Que l’on habite à Gràcia ou dans le Raval, le risque de mourir d’une cause liée à la chaleur n’est pas le même. Et ce sont principalement des facteurs économiques et sociaux qui expliquent ce phénomène.
Photo : Clémentine Laurent/Equinox
Alors que la capitale catalane a connu en juillet la pire canicule de son histoire, le Ministère espagnol de la Santé vient de publier un chiffre alarmant : plus de 2000 personnes sont décédées en un mois dans le pays en raison des fortes chaleurs. Avec des températures comprises entre 39 et 45 degrés, Barcelone est l’une des villes qui a le plus souffert de la canicule, qui devrait se prolonger tout au long du mois d’août.
S’hydrater régulièrement, se réfugier dans les espaces verts et ombragés, aller dans des endroits frais et climatisés la journée… Les recommandations habituelles pour limiter des désagréments liés à la chaleur sont connues de tous. Encore faut-il pouvoir les appliquer.

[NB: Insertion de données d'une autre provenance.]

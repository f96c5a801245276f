// 3 × 3 rotation kernels over Float64Array, row-major. Output arguments first, so hot loops allocate nothing.

export type Mat3 = Float64Array;
export type Vec3 = Float64Array;

export function mat3(): Mat3 {
  return new Float64Array(9);
}

export function vec3(x = 0, y = 0, z = 0): Vec3 {
  const v = new Float64Array(3);
  v[0] = x;
  v[1] = y;
  v[2] = z;
  return v;
}

export function setIdentity(out: Mat3): Mat3 {
  out.fill(0);
  out[0] = 1;
  out[4] = 1;
  out[8] = 1;
  return out;
}

/** Rotation by `angle` about the unit axis (x, y, z), right-hand rule (Rodrigues' formula). */
export function axisAngleRotation(out: Mat3, x: number, y: number, z: number, angle: number): Mat3 {
  const c = Math.cos(angle);
  const s = Math.sin(angle);
  const t = 1 - c;
  out[0] = t * x * x + c;
  out[1] = t * x * y - s * z;
  out[2] = t * x * z + s * y;
  out[3] = t * x * y + s * z;
  out[4] = t * y * y + c;
  out[5] = t * y * z - s * x;
  out[6] = t * x * z - s * y;
  out[7] = t * y * z + s * x;
  out[8] = t * z * z + c;
  return out;
}

/** out = a · b (out may alias neither a nor b). */
export function multiplyMat3(out: Mat3, a: Mat3, b: Mat3): Mat3 {
  const a0 = a[0], a1 = a[1], a2 = a[2], a3 = a[3], a4 = a[4], a5 = a[5], a6 = a[6], a7 = a[7], a8 = a[8];
  const b0 = b[0], b1 = b[1], b2 = b[2], b3 = b[3], b4 = b[4], b5 = b[5], b6 = b[6], b7 = b[7], b8 = b[8];
  out[0] = a0 * b0 + a1 * b3 + a2 * b6;
  out[1] = a0 * b1 + a1 * b4 + a2 * b7;
  out[2] = a0 * b2 + a1 * b5 + a2 * b8;
  out[3] = a3 * b0 + a4 * b3 + a5 * b6;
  out[4] = a3 * b1 + a4 * b4 + a5 * b7;
  out[5] = a3 * b2 + a4 * b5 + a5 * b8;
  out[6] = a6 * b0 + a7 * b3 + a8 * b6;
  out[7] = a6 * b1 + a7 * b4 + a8 * b7;
  out[8] = a6 * b2 + a7 * b5 + a8 * b8;
  return out;
}

/** out = m · v */
export function transformVec3(out: Vec3, m: Mat3, x: number, y: number, z: number): Vec3 {
  out[0] = m[0] * x + m[1] * y + m[2] * z;
  out[1] = m[3] * x + m[4] * y + m[5] * z;
  out[2] = m[6] * x + m[7] * y + m[8] * z;
  return out;
}

/**
 * Rotation vector (log map) of a rotation matrix: axis × angle, angle in [0, π].
 * Accurate near 0 (series) and near π (from the symmetric part), where the skew part alone vanishes.
 */
export function rotationVector(out: Vec3, m: Mat3): Vec3 {
  const trace = m[0] + m[4] + m[8];
  const cosA = Math.min(1, Math.max(-1, (trace - 1) / 2));
  const sx = m[7] - m[5];
  const sy = m[2] - m[6];
  const sz = m[3] - m[1];
  const sinA2 = Math.hypot(sx, sy, sz); // = 2 sin(angle)
  const angle = Math.atan2(sinA2 / 2, cosA);
  if (angle < 1e-6) {
    // angle / (2 sin angle) ≈ 1/2 + angle²/12
    const f = 0.5 + (angle * angle) / 12;
    out[0] = sx * f;
    out[1] = sy * f;
    out[2] = sz * f;
    return out;
  }
  if (angle < Math.PI - 1e-3) {
    const f = angle / sinA2;
    out[0] = sx * f;
    out[1] = sy * f;
    out[2] = sz * f;
    return out;
  }
  // Near π: axis from the diagonal of (m + mᵀ)/2 = cos·I + (1 − cos)·a aᵀ, sign from the skew part.
  const t = 1 - cosA;
  let ax = Math.sqrt(Math.max(0, (m[0] - cosA) / t));
  let ay = Math.sqrt(Math.max(0, (m[4] - cosA) / t));
  let az = Math.sqrt(Math.max(0, (m[8] - cosA) / t));
  // fix relative signs from the off-diagonal symmetric terms, using the largest component as reference
  if (ax >= ay && ax >= az) {
    ay = Math.sign(m[1] + m[3] || 1) * ay;
    az = Math.sign(m[2] + m[6] || 1) * az;
    if (sx < 0) { ax = -ax; ay = -ay; az = -az; }
  } else if (ay >= az) {
    ax = Math.sign(m[1] + m[3] || 1) * ax;
    az = Math.sign(m[5] + m[7] || 1) * az;
    if (sy < 0) { ax = -ax; ay = -ay; az = -az; }
  } else {
    ax = Math.sign(m[2] + m[6] || 1) * ax;
    ay = Math.sign(m[5] + m[7] || 1) * ay;
    if (sz < 0) { ax = -ax; ay = -ay; az = -az; }
  }
  const n = Math.hypot(ax, ay, az) || 1;
  out[0] = (ax / n) * angle;
  out[1] = (ay / n) * angle;
  out[2] = (az / n) * angle;
  return out;
}

/**
 * Inverse of the left Jacobian of SO(3) at rotation vector φ: log(exp(δ)·exp(φ)) ≈ φ + J⁻¹(φ)·δ.
 * J⁻¹ = I − ½[φ]× + (1/θ² − (1 + cos θ)/(2θ sin θ))[φ]×².
 */
export function inverseLeftJacobian(out: Mat3, phi: Vec3): Mat3 {
  const x = phi[0], y = phi[1], z = phi[2];
  const th2 = x * x + y * y + z * z;
  const th = Math.sqrt(th2);
  // coefficient of [φ]×²; series for small θ: 1/12 + θ²/720
  const k = th < 1e-4 ? 1 / 12 + th2 / 720 : 1 / th2 - (1 + Math.cos(th)) / (2 * th * Math.sin(th));
  // [φ]×² = φφᵀ − θ² I
  out[0] = 1 + k * (x * x - th2);
  out[1] = 0.5 * z + k * x * y;
  out[2] = -0.5 * y + k * x * z;
  out[3] = -0.5 * z + k * x * y;
  out[4] = 1 + k * (y * y - th2);
  out[5] = 0.5 * x + k * y * z;
  out[6] = 0.5 * y + k * x * z;
  out[7] = -0.5 * x + k * y * z;
  out[8] = 1 + k * (z * z - th2);
  return out;
}

/** Wrap an angle to [−π, π]; ±π are kept as they are (a crease folded flat one way or the other). */
export function wrapAngle(a: number): number {
  if (a >= -Math.PI && a <= Math.PI) return a;
  // a hair past ±π is the same side of folded flat, not the other side
  if (a > Math.PI && a < Math.PI + 1e-9) return Math.PI;
  if (a < -Math.PI && a > -Math.PI - 1e-9) return -Math.PI;
  let r = a % (2 * Math.PI);
  if (r < -Math.PI) r += 2 * Math.PI;
  else if (r > Math.PI) r -= 2 * Math.PI;
  return r;
}

export const DEG = Math.PI / 180;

Les nuits tropicales, facteur de surmortalité
À Barcelone, là où la température monte le plus, c’est également là où la qualité thermique des bâtiments est la pire. Et bien souvent, ce sont dans les quartiers éloignés de la mer, renfermant les îlots de chaleur, et habités par les classes sociales les plus défavorisées. « La nuit, on observe les températures les plus élevées dans le centre, au niveau du bas de l’Eixample, du Raval et de Gran Via. Ce sont dans ces zones où il y a les principaux îlots de chaleur car l’énergie que l’on utilise au quotidien y est concentrée. Il y a aussi les matériaux de construction qui retiennent beaucoup la chaleur la journée, et la diffusent la nuit » explique Javier Martin Vide, professeur de géographie à l’Université de Barcelone et spécialiste de la climatologie.
En conséquence, le risque de mourir d’une cause associée à la chaleur n’est pas homogène dans toute la ville.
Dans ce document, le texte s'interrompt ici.